As we attempt to develop comparable population estimates across space, we must be aware that pulling data from multiple data sets over different periods of time can create some issues with consistency. I discuss some of these issues below.
Common Issues When Comparing Census Population Data Over Time
(1) Changes in Questions Asked- Some questions that are asked in one decade might not be asked in the same way or it might not event be asked at all. Furthermore, the categories, coding scheme, etc., for the answers to the questions might not be the same. These differences create challenges when comparing data over time.
(2) Changes in Tabulations that are Publicly Available- While, in order to maintain confidentiality, individual micro-data is only available to approved researchers for approved projects within a restricted Federal Statistical Research Data Center (FSRDC), for the general public data is available as a series of tabulations (summed totals or averages) by block or block group or tract or whatever level of geography. While in one decade, Census might release a table for a particular variable for one decade (such as number of households in a block group that are Hispanic and in poverty), that table and information is not guaranteed to be available in another decade.

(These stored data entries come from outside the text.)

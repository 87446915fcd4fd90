/** Samples on which approximations are searched: the function with all its digits, the error of a polynomial as scaled doubles. No proof rests on them. */
import { Q, type Rational } from '../expression/index.ts';
import type { Budget } from '../outcome.ts';
import { evaluateFixed, type Fixed, fromFixed, magnitude, toFixed } from './fixed.ts';

/** Arguments in ascending order with the function and the weight of the error there. */
export interface Grid {
  readonly bits: number;
  readonly points: readonly Fixed[];
  readonly x: Float64Array;
  readonly target: readonly Fixed[];
  readonly weight: Float64Array;
}

/** What a polynomial leaves over, times 2^-exponent. */
export interface Residual {
  readonly values: Float64Array;
  readonly exponent: number;
}

export interface GridProblem {
  readonly bits: number;
  readonly low: Rational;
  readonly high: Rational;
  /** The basis is in x^2 on [0, high]: points are dense at the far end only. */
  readonly squared: boolean;
  readonly target: (x: Fixed) => Fixed;
  /** Positive inside the interval. */
  readonly weight: (x: Fixed, target: Fixed) => Fixed;
}

export function sampleGrid({ bits, low, high, squared, target, weight }: GridProblem, count: number, budget: Budget): Grid {
  const [a, b] = [toFixed(low, bits), toFixed(high, bits)];
  const unit = 2 ** 50;
  const points: Fixed[] = [];
  for (let k = 0; k < count; k += 1) {
    const angle = (Math.PI * k) / (count - 1);
    const place = squared ? Math.sin(angle / 2) : (1 - Math.cos(angle)) / 2;
    points.push(k === count - 1 ? b : a + ((b - a) * BigInt(Math.round(place * unit))) / BigInt(unit));
  }
  const values = points.map((x) => {
    budget.check();
    return target(x);
  });
  return {
    bits,
    points,
    x: Float64Array.from(points, (x) => Q.toDouble(fromFixed(x, bits))),
    target: values,
    weight: Float64Array.from(points, (x, k) => Q.toDouble(fromFixed(weight(x, values[k] ?? 0n), bits))),
  };
}

const bitLength = (x: Fixed): number => {
  const hex = x.toString(16);
  return x === 0n ? 0 : hex.length * 4;
};

/** target - sum c_k x^(powers[k]) on the grid. */
export function residualOf(grid: Grid, coefficients: readonly Fixed[], powers: readonly number[]): Residual {
  const { bits, points, target } = grid;
  const rest = points.map((x, k) => (target[k] ?? 0n) - evaluateFixed(coefficients, powers, x, bits));
  const largest = rest.reduce((most, r) => (magnitude(r) > most ? magnitude(r) : most), 0n);
  // Keep 64 bits of the largest.
  const cut = Math.max(0, bitLength(largest) - 64);
  const exponent = cut + 64 - bits;
  return { values: Float64Array.from(rest, (r) => Number(r >> BigInt(cut)) * 2 ** -64), exponent };
}

/** x^n in doubles. */
export function powerOf(x: number, n: number): number {
  let value = 1;
  for (let k = 0; k < n; k += 1) value *= x;
  return value;
}

/** The residual after the coefficient of x^power has grown by `step`. */
export function shiftedResidual({ values, exponent }: Residual, grid: Grid, power: number, step: Rational): Residual {
  const scaled = Q.toDouble(exponent > 0 ? Q.divide(step, Q.rational(1n << BigInt(exponent))) : Q.multiply(step, Q.rational(1n << BigInt(-exponent))));
  return { exponent, values: values.map((r, k) => r - scaled * powerOf(grid.x[k] ?? 0, power)) };
}

/** Largest weighted error on the grid, peaks between samples estimated by parabolas; in the residual's unit. */
export function largestError({ values }: Residual, { weight }: Grid): number {
  const size = (k: number): number => Math.abs((values[k] ?? 0) * (weight[k] ?? 0));
  let most = Math.max(size(0), size(values.length - 1));
  for (let k = 1; k + 1 < values.length; k += 1) {
    const [a, b, c] = [size(k - 1), size(k), size(k + 1)];
    if (b < a || b < c) continue;
    const curvature = 2 * b - a - c;
    most = Math.max(most, curvature > 0 ? b + (a - c) ** 2 / (8 * curvature) : b);
  }
  return most;
}

/** A number in a residual's unit as a rational. */
export const inUnit = (value: number, { exponent }: Residual): Rational =>
  exponent >= 0 ? Q.multiply(Q.fromDouble(value), Q.rational(1n << BigInt(exponent))) : Q.divide(Q.fromDouble(value), Q.rational(1n << BigInt(-exponent)));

(3) Changes in the Geographic Space included in a Block/Block Group/Tract- The United States Census breaks up the geographic space of the United States in a hierarchy of polygons representing a specific geographic space. Blocks are small geographic areas contained by visible boundaries, such as streets and railroad tracts. Block groups are clusters of blocks representing anywhere from 600-3,000 people (in 2010). Tracts are clusters of block groups representing anywhere from 1,2000 to 8,000 people (in 2010). Counties are clusters of tracts. States are clusters of counties. However, since blocks, block groups and tracts are established based on the number of people within the area, there are significant changes in areas where there are large population changes. For example, say you are looking at an area in rural Arizona in 2000 that is relatively remote. This space might be made up of one tract and a few block groups and blocks. Then you might look at this same area in 2010, but there were a bunch of retirement homes built in the area and it is now a populated suburban area. This space might now be made up of four tracts and numerous block groups and blocks. Since Census blocks, block groups, and tracts do not consistently represent the same geographic space, we face further challenges when comparing community data.
In order to deal with these concerns, I followed the processes described below.
The Processes of Comparing Census Data Over Time
- Studying Technical Documentation to Determine Feasibility of Variable Comparison
- Downloading Bulk Data from Census FTP using Python
- Reading Census Data to Stata
- Preparing Data for Census Crosswalk
- Completing the Crosswalk
- Cleaning the Data
- Assessing the Crosswalk
- Adding CBSA Data
I will describe these steps in more detail, provide the documentation necessary to replicate my research, and describe things I would have done differently in future posts.